**Work request**
Reproduce, character for character, the entries from their opening line through the line with "assert bias(model, obs)".

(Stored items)
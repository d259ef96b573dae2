"""Verification statistics against reference computations of NumPy/SciPy and a worked case.

References: scipy.stats.pearsonr (Pearson correlation), numpy.corrcoef; the score
definitions of Wilks (2011), Statistical Methods in the Atmospheric Sciences, 3rd ed.,
Sect. 8.3; sklearn-style definitions of MAE/RMSE written out with NumPy.
"""

from __future__ import annotations

import numpy as np
import pytest
from scipy import stats

from regionmap.stations.verify import (
    bias,
    mean_absolute_error,
    r_squared,
    root_mean_square_error,
    snow_depth_agreement,
    total_percent_difference,
    total_ratio,
)


@pytest.mark.parametrize("seed", [0, 1, 2, 3])
def test_scores_equal_scipy_numpy_reference_on_random_data(seed):
    rng = np.random.default_rng(seed)
    obs = rng.normal(270.0, 5.0, 500)
    model = 0.8 * obs + rng.normal(55.0, 3.0, 500)
    # punch NaN holes into both, at different places
    model[rng.choice(500, 40, replace=False)] = np.nan
    obs[rng.choice(500, 30, replace=False)] = np.nan
    ok = ~np.isnan(model) & ~np.isnan(obs)
    m, o = model[ok], obs[ok]
    # SciPy reference: Pearson r squared
    r_ref = stats.pearsonr(m, o).statistic
    assert r_squared(model, obs) == pytest.approx(r_ref**2, rel=1e-12)
    # NumPy reference: corrcoef
    assert r_squared(model, obs) == pytest.approx(np.corrcoef(m, o)[0, 1] ** 2, rel=1e-12)
    # Wilks (2011) Eqs. 8.28-8.33 written with NumPy
    assert bias(model, obs) == pytest.approx(np.nanmean(model - obs), rel=1e-12)
    assert mean_absolute_error(model, obs) == pytest.approx(np.mean(np.abs(m - o)), rel=1e-12)
    assert root_mean_square_error(model, obs) == pytest.approx(
        np.sqrt(np.mean((m - o) ** 2)), rel=1e-12
    )
    # the RMSE is never below |bias| nor the MAE (Wilks 2011, Sect. 8.3.2)
    assert root_mean_square_error(model, obs) >= mean_absolute_error(model, obs)
    assert root_mean_square_error(model, obs) >= abs(bias(model, obs))


def test_r2_equals_scipy_linregress_rvalue_squared():
    # SciPy reference: linregress r-value
    rng = np.random.default_rng(7)
    x = rng.gamma(2.0, 3.0, 300)
    y = 1.3 * x + rng.normal(0, 2, 300)
    assert r_squared(y, x) == pytest.approx(stats.linregress(x, y).rvalue ** 2, rel=1e-12)


def test_percent_overprediction_worked_case_common_practice():
    # common practice: a forecast total of 24 against an observed 21.8 is a ~10 % over-
    # prediction: 100 * (24 / 21.8 - 1) = 10.09 %
    assert total_percent_difference([24.0], [21.8]) == pytest.approx(10.0917, abs=1e-4)
    assert total_ratio([24.0], [21.8]) == pytest.approx(24.0 / 21.8, rel=1e-12)
    # under-prediction is negative: 19.62 against 21.8 is -10 %
    assert total_percent_difference([19.62], [21.8]) == pytest.approx(-10.0, abs=1e-9)


def test_totals_use_common_pairs_only():
    # an interval missing in the observations is left out of both totals
    model = np.array([10.0, 4.0, 10.0])
    obs = np.array([8.0, np.nan, 12.0])
    assert total_ratio(model, obs) == pytest.approx(20.0 / 20.0)


def test_degenerate_cases_are_nan_not_errors():
    assert np.isnan(bias([np.nan], [1.0]))
    assert np.isnan(r_squared([1.0, 1.0, 1.0], [1.0, 2.0, 3.0]))  # constant: r undefined
    assert np.isnan(total_ratio([1.0], [0.0]))


def test_snow_depth_agreement_contingency_proportion_correct_wilks2011():
    # Wilks (2011) Eq. 8.7: proportion correct = (hits + correct negatives) / n
    model = np.array([0.0, 0.5, 0.3, 0.0, 1.2])
    obs = np.array([0.0, 0.4, 0.0, 0.2, 1.0])
    # hits: idx 1, 4; correct negatives: idx 0; false alarm: 2; miss: 3 -> PC = 3/5
    out = snow_depth_agreement(model, obs, tolerance_m=0.1)
    assert out["presence_agreement_frac"] == pytest.approx(0.6)
    # within 10 cm: idx 0 (0), 1 (0.1) -> 2/5; idx 4 differs by 0.2
    assert out["within_tolerance_frac"] == pytest.approx(0.4)
    assert out["n"] == 5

**Solved exercise**
repository d259ef96b573dae2
"""Verification statistics against reference computations of NumPy/SciPy and a worked case.

References: scipy.stats.pearsonr (Pearson correlation), numpy.corrcoef; the score
definitions of Wilks (2011), Statistical Methods in the Atmospheric Sciences, 3rd ed.,
Sect. 8.3; sklearn-style definitions of MAE/RMSE written out with NumPy.
"""

from __future__ import annotations

import numpy as np
import pytest
from scipy import stats

from regionmap.stations.verify import (
    bias,
    mean_absolute_error,
    r_squared,
    root_mean_square_error,
    snow_depth_agreement,
    total_percent_difference,
    total_ratio,
)


@pytest.mark.parametrize("seed", [0, 1, 2, 3])
def test_scores_equal_scipy_numpy_reference_on_random_data(seed):
    rng = np.random.default_rng(seed)
    obs = rng.normal(270.0, 5.0, 500)
    model = 0.8 * obs + rng.normal(55.0, 3.0, 500)
    # punch NaN holes into both, at different places
    model[rng.choice(500, 40, replace=False)] = np.nan
    obs[rng.choice(500, 30, replace=False)] = np.nan
    ok = ~np.isnan(model) & ~np.isnan(obs)
    m, o = model[ok], obs[ok]
    # SciPy reference: Pearson r squared
    r_ref = stats.pearsonr(m, o).statistic
    assert r_squared(model, obs) == pytest.approx(r_ref**2, rel=1e-12)
    # NumPy reference: corrcoef
    assert r_squared(model, obs) == pytest.approx(np.corrcoef(m, o)[0, 1] ** 2, rel=1e-12)
    # Wilks (2011) Eqs. 8.28-8.33 written with NumPy
    assert bias(model, obs) == pytest.approx(np.nanmean(model - obs), rel=1e-12)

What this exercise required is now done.